Work task ▸ From the top of the records below down to the line containing "needs, each once.", reproduce every line exactly.
---- Materials provided
//! `explain`: one value, its formula, and the chain down to the givens.

use pintle::Compilation;
use pintle::model::Model;
use pintle::render::number::engineering;
use pintle::results::QuantityResult;
use pintle_graph::{NodeId, Op, QuantityId, formula};

/// The explanation of a quantity; None where nothing has that name.
pub fn render(compilation: &Compilation, name: &str) -> Option<String> {
    let results = &compilation.results.base;
    let model = compilation.models.first()?;
    let top = results.quantity(name)?;
    let mut out = String::new();
    // Reading order: what is asked for first, then what it needs, each once.
    let mut order = vec![top.id];
    let mut at = 0;
    while let Some(&id) = order.get(at) {
        at += 1;
        for next in used(model, id) {
            if !order.contains(&next) {
                order.push(next);
            }
        }
    }
    for (step, id) in order.iter().enumerate() {
        match results.quantities.iter().find(|it| it.id == *id) {
            Some(quantity) => block(&mut out, model, quantity),
            None => {
                let quantity = model.quantity(*id);
                let value = model.value(quantity.node).map_or("?".into(), |si| engineering(quantity.unit.from_si(si)));
                out.push_str(&format!("{} = {value} {}\n", quantity.name, quantity.unit.text));
                if !quantity.source.is_empty() {
                    out.push_str(&format!("    source: {}\n", quantity.source));
                }
            }
        }
        if step == 0 && order.len() > 1 {
            out.push_str("\nfrom\n");
        }
    }
    Some(out)
}

fn block(out: &mut String, model: &Model, quantity: &QuantityResult) {
    let unit = if quantity.unit.text == "1" { "" } else { quantity.unit.text.as_str() };
    let value = quantity.si.map_or_else(|| quantity.status.word(), |si| engineering(quantity.unit.from_si(si)));
    out.push_str(&format!(
        "{} = {value} {unit}   ({}, {}, line {})\n",
        quantity.name,
        quantity.kind_words,
        quantity.status.word(),
        quantity.line
    ));
    let node = model.quantity(quantity.id).node;
    let inner = match model.graph.op(node) {
        Op::Quantity(_, inner) => inner,
        _ => node,
    };
    if !matches!(model.graph.op(inner), Op::Input(_) | Op::Literal(_)) {
        let tree = formula(&model.graph, node);
        let input = |at: u32| model.inputs.get(at as usize).map_or(String::new(), |it| it.text.to_string());
        let symbols = tree.text(&|id| model.quantity(id).name.to_string(), &input);
        let numbers = tree.text(
            &|id| {
                let it = model.quantity(id);
                let value = model.value(it.node).map_or("?".into(), |si| engineering(it.unit.from_si(si)));
                if it.unit.text == "1" { value } else { format!("{value} {}", it.unit.text) }
            },
            &input,
        );
        out.push_str(&format!("    = {symbols}\n"));
        if numbers != symbols {
            out.push_str(&format!("    = {numbers}\n"));
        }
    }
    if !quantity.source.is_empty() {
        out.push_str(&format!("    source: {}\n", quantity.source));
    }
}

/// Named quantities that a quantity's formula mentions.
fn used(model: &Model, id: QuantityId) -> Vec<QuantityId> {
    let mut found = Vec::new();
    let mut seen = std::collections::HashSet::new();
    let mut stack: Vec<NodeId> = Vec::new();
    model.graph.operands(model.quantity(id).node, |operand| stack.push(operand));
    while let Some(node) = stack.pop() {
        if !seen.insert(node) {
            continue;
        }
        match model.graph.op(node) {
            Op::Quantity(other, _) => found.push(other),
            _ => model.graph.operands(node, |operand| stack.push(operand)),
        }
    }
    found.sort();
    found
}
--------
Answer to this task ▸
//! `explain`: one value, its formula, and the chain down to the givens.

use pintle::Compilation;
use pintle::model::Model;
use pintle::render::number::engineering;
use pintle::results::QuantityResult;
use pintle_graph::{NodeId, Op, QuantityId, formula};

/// The explanation of a quantity; None where nothing has that name.
pub fn render(compilation: &Compilation, name: &str) -> Option<String> {
    let results = &compilation.results.base;
    let model = compilation.models.first()?;
    let top = results.quantity(name)?;
    let mut out = String::new();
    // Reading order: what is asked for first, then what it needs, each once.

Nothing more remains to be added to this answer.